Assigned task
Word for word, restate every line of the material.

Information given

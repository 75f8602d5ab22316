//! The briefing: one self-contained page. It lays out; the words and numbers come from elsewhere.

mod answer;
mod assumed;
mod elevation;
mod generator_sheet;
mod levels;
mod normal;
mod observed;
mod parameters;
mod perennial;
mod places;
mod record;
mod replayed_years;
mod rule_panel;
mod snow;
mod sources;
mod together;
mod volumes;
mod warm_years;
mod yardsticks;
mod years;

use super::answer::Answer;
use super::generator_sheet::snow_mismatch;
use super::numbers::counted;
use super::page::{figure, page};
use super::study::Study;
use super::{cautions, terms};
use crate::basin::Basin;
use crate::figures::{Part, Svg};
use crate::findings::LEAST_REALIZATIONS_FOR_A_RANGE;
use maud::{Markup, html};

/// The page; `of_sites` are the figures of observed snow. Nothing is fetched and no script runs: its own policy forbids
/// both.
pub fn briefing_html(
    study: &Study<'_>,
    answer: &Answer,
    figures: &[(Part, Svg)],
    of_sites: &[Svg],
) -> Vec<u8> {
    let figures = Figures(figures);
    let findings = study.findings;
    let content = html! {
        p.over {
            (counted(findings.realizations, "realization")) " of " (counted(findings.years, "water year")) " under "
            (counted(findings.levels_c.len(), "warming level")) ", " (bands_in_words(study.basin))
        }
        h1 { (study.title) }
        @if let Some(fitted) = study.fitted { p.notice { (fitted.words()) (warm_years::in_short(study)) } }
        @else { p.notice {
            "This model is not fitted to observed snow. Its parameters are "
            @if study.defaults.iter().any(|default| default.key.starts_with("snow.")) { "at least in part the defaults" } @else { "those stated in the scenario" }
            ", and they decide headlines: "
            @if findings.comparisons.is_empty() { "hold the record's own years below against snow you know before you rely on any number here." } @else {
                "read how far it is from " a href=(format!("#{}", observed::ADDRESS)) { "what was observed" } " before you rely on any number here."
            }
        } }
        @if let Some(mismatch) = findings.generator.as_ref().and_then(|sheet| snow_mismatch(sheet, study.reader)) {
            p.notice { (mismatch) " All that follows is of weather that was made: "
                a href=(format!("#{}", generator_sheet::ADDRESS)) { "see how near it comes to the record" } "." }
        }
        @if let Some(words) = few_realizations(findings.realizations) { p.notice { (words) } }
        @if !study.unlikely.is_empty() {
            p.notice { (counted(study.unlikely.len(), "thing")) " about the input " (if study.unlikely.len() == 1 { "is" } else { "are" })
                " " a href=(format!("#{}", assumed::SECOND_LOOK)) { "worth a second look" } "." }
        }
        (answer::section(study, answer))
        (figures.of(Part::Answer))
        (snow::section(study, answer))
        (snow::timing(study, &figures))
        (elevation::section(study, &figures))
        (places::elevations(answer))
        (perennial::paragraph(study))
        (places::years(answer, &figures))
        (volumes::section(study, &figures))
        (yardsticks::section(study, answer))
        (together::section(study, answer, &figures))
        (years::section(study, answer, &figures))
        (parameters::section(study, answer))
        (rule_panel::section(study, &figures))
        (warm_years::section(study))
        (record::section(study, &figures))
        (replayed_years::section(study))
        (generator_sheet::section(study, &figures))
        (normal::section(study))
        (observed::section(study, of_sites))
        (assumed::section(study))
        (list_section("Cautions", &cautions::cautions(study.reader, study.warming, &study.snow.options)))
        h2 { "Terms" }
        dl { @for (term, meaning) in terms::terms(study.reader) { dt { (term) } dd { (meaning) } } }
        (sources::section())
        (repeat_section(study))
    };
    page(&format!("{} – briefing", study.title), &content)
}

/// How many things the top of the page says are worth a second look.
pub fn second_looks(study: &Study<'_>) -> usize {
    let sheet = study.findings.generator.as_ref();
    let mismatch = sheet.and_then(|sheet| snow_mismatch(sheet, study.reader));
    let few = few_realizations(study.findings.realizations);
    study.unlikely.len() + usize::from(mismatch.is_some()) + usize::from(few.is_some())
}

/// What a page of few realizations opens with; nothing where there are enough.
fn few_realizations(realizations: usize) -> Option<String> {
    if realizations >= LEAST_REALIZATIONS_FOR_A_RANGE {
        return None;
    }
    let (only, told) = match realizations {
        1 => (
            "a single realization".to_owned(),
            "It shows no chance at all: shares and ranges below are empty or of years within it.",
        ),
        _ => (
            format!("only {}", counted(realizations, "realization")),
            "Shares, ranges and errors over so few say little about what others of the same kind would give.",
        ),
    };
    Some(format!(
        "This study ran {only}. {told} For anything but a first look, run some hundreds (count, under [realizations])."
    ))
}

/// The figures of the page, by the part that they belong to.
struct Figures<'a>(&'a [(Part, Svg)]);

impl Figures<'_> {
    /// The figures of a part, in their order.
    fn of(&self, part: Part) -> Markup {
        html! { @for (_, svg) in self.0.iter().filter(|(of, _)| *of == part) { (figure(svg)) } }
    }
}

fn list_section(title: &str, sentences: &[String]) -> Markup {
    html! { h2 { (title) } ul { @for sentence in sentences { li { (sentence) } } } }
}

fn repeat_section(study: &Study<'_>) -> Markup {
    html! {
        h2 { "How to repeat it" }
        p { code { (study.origin.command) } " with seed " (study.origin.seed) " and thawline " (env!("CARGO_PKG_VERSION")) ". Input files and their SHA-256:" }
        ul { @for input in &study.origin.inputs { li { (input.role) ": " code { (input.path) } " " code { (input.sha256) } } } }
        footer { "Written by thawline " (env!("CARGO_PKG_VERSION")) ". A planning aid: not for flood forecasting or the operation of dams." }
    }
}

/// `10 elevation bands`; where several share a range, `14 bands in 10 ranges of elevation`.
fn bands_in_words(basin: &Basin) -> String {
    match (basin.bands.len(), basin.ranges()) {
        (bands, ranges) if ranges < bands => {
            format!("{} in {} of elevation", counted(bands, "band"), counted(ranges, "range"))
        }
        (bands, _) => counted(bands, "elevation band"),
    }
}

Task output
repository 75f8602d5ab22316
//! The briefing: one self-contained page. It lays out; the words and numbers come from elsewhere.

mod answer;
mod assumed;
mod elevation;
mod generator_sheet;
mod levels;
mod normal;
mod observed;
mod parameters;
mod perennial;
mod places;
mod record;
mod replayed_years;
mod rule_panel;
mod snow;
mod sources;
mod together;
mod volumes;
mod warm_years;
mod yardsticks;
mod years;

use super::answer::Answer;
use super::generator_sheet::snow_mismatch;
use super::numbers::counted;
use super::page::{figure, page};
use super::study::Study;
use super::{cautions, terms};
use crate::basin::Basin;
use crate::figures::{Part, Svg};
use crate::findings::LEAST_REALIZATIONS_FOR_A_RANGE;
use maud::{Markup, html};

/// The page; `of_sites` are the figures of observed snow. Nothing is fetched and no script runs: its own policy forbids
/// both.
pub fn briefing_html(
    study: &Study<'_>,
    answer: &Answer,
    figures: &[(Part, Svg)],
    of_sites: &[Svg],
) -> Vec<u8> {
    let figures = Figures(figures);
    let findings = study.findings;
    let content = html! {
        p.over {
            (counted(findings.realizations, "realization")) " of " (counted(findings.years, "water year")) " under "
            (counted(findings.levels_c.len(), "warming level")) ", " (bands_in_words(study.basin))
        }
        h1 { (study.title) }
        @if let Some(fitted) = study.fitted { p.notice { (fitted.words()) (warm_years::in_short(study)) } }
        @else { p.notice {
            "This model is not fitted to observed snow. Its parameters are "
            @if study.defaults.iter().any(|default| default.key.starts_with("snow.")) { "at least in part the defaults" } @else { "those stated in the scenario" }
            ", and they decide headlines: "
            @if findings.comparisons.is_empty() { "hold the record's own years below against snow you know before you rely on any number here." } @else {
                "read how far it is from " a href=(format!("#{}", observed::ADDRESS)) { "what was observed" } " before you rely on any number here."
            }
        } }
        @if let Some(mismatch) = findings.generator.as_ref().and_then(|sheet| snow_mismatch(sheet, study.reader)) {
            p.notice { (mismatch) " All that follows is of weather that was made: "
                a href=(format!("#{}", generator_sheet::ADDRESS)) { "see how near it comes to the record" } "." }
        }
        @if let Some(words) = few_realizations(findings.realizations) { p.notice { (words) } }
        @if !study.unlikely.is_empty() {
            p.notice { (counted(study.unlikely.len(), "thing")) " about the input " (if study.unlikely.len() == 1 { "is" } else { "are" })
                " " a href=(format!("#{}", assumed::SECOND_LOOK)) { "worth a second look" } "." }
        }
        (answer::section(study, answer))
        (figures.of(Part::Answer))
        (snow::section(study, answer))
        (snow::timing(study, &figures))
        (elevation::section(study, &figures))
        (places::elevations(answer))
        (perennial::paragraph(study))
        (places::years(answer, &figures))
        (volumes::section(study, &figures))
        (yardsticks::section(study, answer))
        (together::section(study, answer, &figures))
        (years::section(study, answer, &figures))
        (parameters::section(study, answer))
        (rule_panel::section(study, &figures))
        (warm_years::section(study))
        (record::section(study, &figures))
        (replayed_years::section(study))
        (generator_sheet::section(study, &figures))
        (normal::section(study))
        (observed::section(study, of_sites))
        (assumed::section(study))
        (list_section("Cautions", &cautions::cautions(study.reader, study.warming, &study.snow.options)))
        h2 { "Terms" }
        dl { @for (term, meaning) in terms::terms(study.reader) { dt { (term) } dd { (meaning) } } }
        (sources::section())
        (repeat_section(study))
    };
    page(&format!("{} – briefing", study.title), &content)
}

/// How many things the top of the page says are worth a second look.
pub fn second_looks(study: &Study<'_>) -> usize {
    let sheet = study.findings.generator.as_ref();
    let mismatch = sheet.and_then(|sheet| snow_mismatch(sheet, study.reader));
    let few = few_realizations(study.findings.realizations);
    study.unlikely.len() + usize::from(mismatch.is_some()) + usize::from(few.is_some())
}

/// What a page of few realizations opens with; nothing where there are enough.
fn few_realizations(realizations: usize) -> Option<String> {
    if realizations >= LEAST_REALIZATIONS_FOR_A_RANGE {
        return None;
    }
    let (only, told) = match realizations {
        1 => (
            "a single realization".to_owned(),
            "It shows no chance at all: shares and ranges below are empty or of years within it.",
        ),
        _ => (
            format!("only {}", counted(realizations, "realization")),
            "Shares, ranges and errors over so few say little about what others of the same kind would give.",
        ),
    };
    Some(format!(
        "This study ran {only}. {told} For anything but a first look, run some hundreds (count, under [realizations])."
    ))
}

/// The figures of the page, by the part that they belong to.
struct Figures<'a>(&'a [(Part, Svg)]);

impl Figures<'_> {
    /// The figures of a part, in their order.
    fn of(&self, part: Part) -> Markup {
        html! { @for (_, svg) in self.0.iter().filter(|(of, _)| *of == part) { (figure(svg)) } }
    }
}

fn list_section(title: &str, sentences: &[String]) -> Markup {
    html! { h2 { (title) } ul { @for sentence in sentences { li { (sentence) } } } }
}

fn repeat_section(study: &Study<'_>) -> Markup {
    html! {
        h2 { "How to repeat it" }
        p { code { (study.origin.command) } " with seed " (study.origin.seed) " and thawline " (env!("CARGO_PKG_VERSION")) ". Input files and their SHA-256:" }
        ul { @for input in &study.origin.inputs { li { (input.role) ": " code { (input.path) } " " code { (input.sha256) } } } }
        footer { "Written by thawline " (env!("CARGO_PKG_VERSION")) ". A planning aid: not for flood forecasting or the operation of dams." }
    }
}

/// `10 elevation bands`; where several share a range, `14 bands in 10 ranges of elevation`.
fn bands_in_words(basin: &Basin) -> String {
    match (basin.bands.len(), basin.ranges()) {
        (bands, ranges) if ranges < bands => {
            format!("{} in {} of elevation", counted(bands, "band"), counted(ranges, "range"))
        }
        (bands, _) => counted(bands, "elevation band"),
    }
}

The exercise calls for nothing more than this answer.